Contrast Agent Incorporation into Silicone Enables Real-Time Flow-Structure Analysis of Mammalian Vein-Inspired Soft Pumps

The construction of machines consisting essentially of soft parts is a nascent and multidisciplinary research field between material science, machine engineering, and robotics. Soft silicones represent a promising class of materials for the creation of a vast multitude of biologically inspired entities. In the present work, a new type of mammalian vein‐inspired soft silicone pump is introduced and characterized, which is fabricated by virtual lost‐wax casting of 3D‐printed injection molds. These pumps can be actuated pneumatically or by internal gas combustion and preserve their functionality even after a freezing/unfreezing cycle.
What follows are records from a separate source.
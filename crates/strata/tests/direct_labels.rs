//! Direct labels (`layers[].label_ends`): each series is named at its last
//! point instead of in a legend; the names are pushed apart vertically,
//! keep the order of the line ends, and are written in the series colour
//! with its OKLab lightness changed until it reads at 4.5:1 (WCAG 2.1
//! contrast ratio) on the background. Invented data written here.

use strata::color::{contrast, hex_to_oklab};
use strata::scene::{Node, Scene, Seg};
use strata::text;
use strata::{render, RenderOptions};

fn walk<'a>(n: &'a Node, f: &mut dyn FnMut(&'a Node)) {
    f(n);
    if let Node::Group { children, .. } | Node::Titled { children, .. } = n {
        children.iter().for_each(|c| walk(c, f));
    }
}

/// (name, x, baseline, fill) of each end label; (series, colour, last point) of each line.
fn parts(s: &Scene) -> (Vec<(String, f64, f64, String)>, Vec<(String, String, (f64, f64))>, bool) {
    let (mut labels, mut lines, mut legend) = (vec![], vec![], false);
    for c in &s.children {
        walk(c, &mut |n| match n {
            Node::Text { text, x, y, fill, class, .. } if class.contains("strata-end-label") => labels.push((text.clone(), *x, *y, fill.clone())),
            Node::Path { d, paint, datum: Some(dt), .. } => {
                let last = d.iter().rev().find_map(|s| match *s {
                    Seg::Move(x, y) | Seg::Line(x, y) => Some((x, y)),
                    _ => None,
                });
                let name = dt.get("color").and_then(|v| v.as_str()).unwrap_or_default().to_string();
                lines.push((name, paint.stroke.clone().or(paint.fill.clone()).unwrap_or_default(), last.unwrap()));
            }
            Node::Group { class, .. } if class.contains("strata-legend-color") => legend = true,
            _ => {}
        });
    }
    (labels, lines, legend)
}

fn spec(theme: &str) -> String {
    let mut rows = Vec::new();
    for (k, (name, end)) in [("Harbour gate", 41.0), ("Lane gate", 42.0), ("Mill gate", 43.5), ("Quay gate", 12.0)].iter().enumerate() {
        for m in 0..6 {
            let v = 20.0 + k as f64 * 3.0 + (end - 20.0 - k as f64 * 3.0) * m as f64 / 5.0;
            rows.push(format!(r#"{{"month": {m}, "gate": "{name}", "people": {v}}}"#));
        }
    }
    format!(
        r#"{{ "data": {{ "rows": [{}] }}, "theme": "{theme}",
            "layers": [ {{ "draw": "line", "x": "month", "y": "people", "color": "gate", "label_ends": true }} ] }}"#,
        rows.join(", ")
    )
}

#[test]
fn series_are_named_at_their_ends_instead_of_a_legend() {
    for theme in ["light", "dark"] {
        let r = render(&spec(theme), None, &RenderOptions::default()).unwrap();
        let (labels, lines, legend) = parts(&r.scene);
        assert!(!legend, "{theme}: the legend is left out");
        assert_eq!(labels.len(), 4, "{theme}: {labels:?}");
        let size = 12.0 * 11.0 / 12.0;
        for (name, colour, end) in &lines {
            let l = labels.iter().find(|l| l.0 == *name).unwrap_or_else(|| panic!("{name} unnamed"));
            // Right of the line's end, inside the chart.
            assert!(l.1 > end.0 && l.1 + text::width(name, size, false) <= r.scene.width, "{l:?} vs end {end:?}");
            // The series colour, lightness changed only: OKLab a and b kept
            // (up to gamut clipping), and 4.5:1 on the background.
            let (a, b) = (hex_to_oklab(colour).unwrap(), hex_to_oklab(&l.3).unwrap());
            assert!((a[1] - b[1]).abs() < 0.03 && (a[2] - b[2]).abs() < 0.03, "{theme}: {colour} -> {}", l.3);
            assert!(contrast(&l.3, &r.scene.background).unwrap() >= 4.5 - 1e-9, "{theme}: {} on {}", l.3, r.scene.background);
        }
        // Apart by at least a line, and in the order of the line ends.
        let mut by_end: Vec<&(String, String, (f64, f64))> = lines.iter().collect();
        by_end.sort_by(|a, b| a.2 .1.total_cmp(&b.2 .1));
        let ys: Vec<f64> = by_end.iter().map(|(n, _, _)| labels.iter().find(|l| l.0 == *n).unwrap().2).collect();
        for w in ys.windows(2) {
            assert!(w[1] - w[0] >= size * text::LINE_HEIGHT - 1e-6, "{theme}: {ys:?}");
        }
        // Each stays near its end: the three crowded ones within two lines, the free one on it.
        for ((_, _, end), y) in by_end.iter().zip(&ys) {
            assert!((y - size * text::CAP / 2.0 - end.1).abs() <= 2.0 * size * text::LINE_HEIGHT, "{ys:?} vs {:?}", by_end);
        }
        let quay = labels.iter().find(|l| l.0 == "Quay gate").unwrap();
        let quay_end = lines.iter().find(|l| l.0 == "Quay gate").unwrap().2;
        assert!((quay.2 - size * text::CAP / 2.0 - quay_end.1).abs() < 1e-6);
    }
}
The possibility of using medical examination methods such as ultrasonic imaging to directly access flow information inside soft pumps is shown. Based on soda lime glass microspheres, a method is demonstrated to enhance contrast properties during such color online Doppler imaging for a detailed understanding of the inner fluid‐structure interactions. There is a nascent research field on machines that are made essentially from soft materials. A new type of mammalian vein‐inspired soft silicone liquid pump is presented and characterized, that is based on lost‐wax casting of 3D printed injection molds. By functionalizing the material with contrast agents, inner workings can be visualized in real‐time by the use of medical ultrasonography.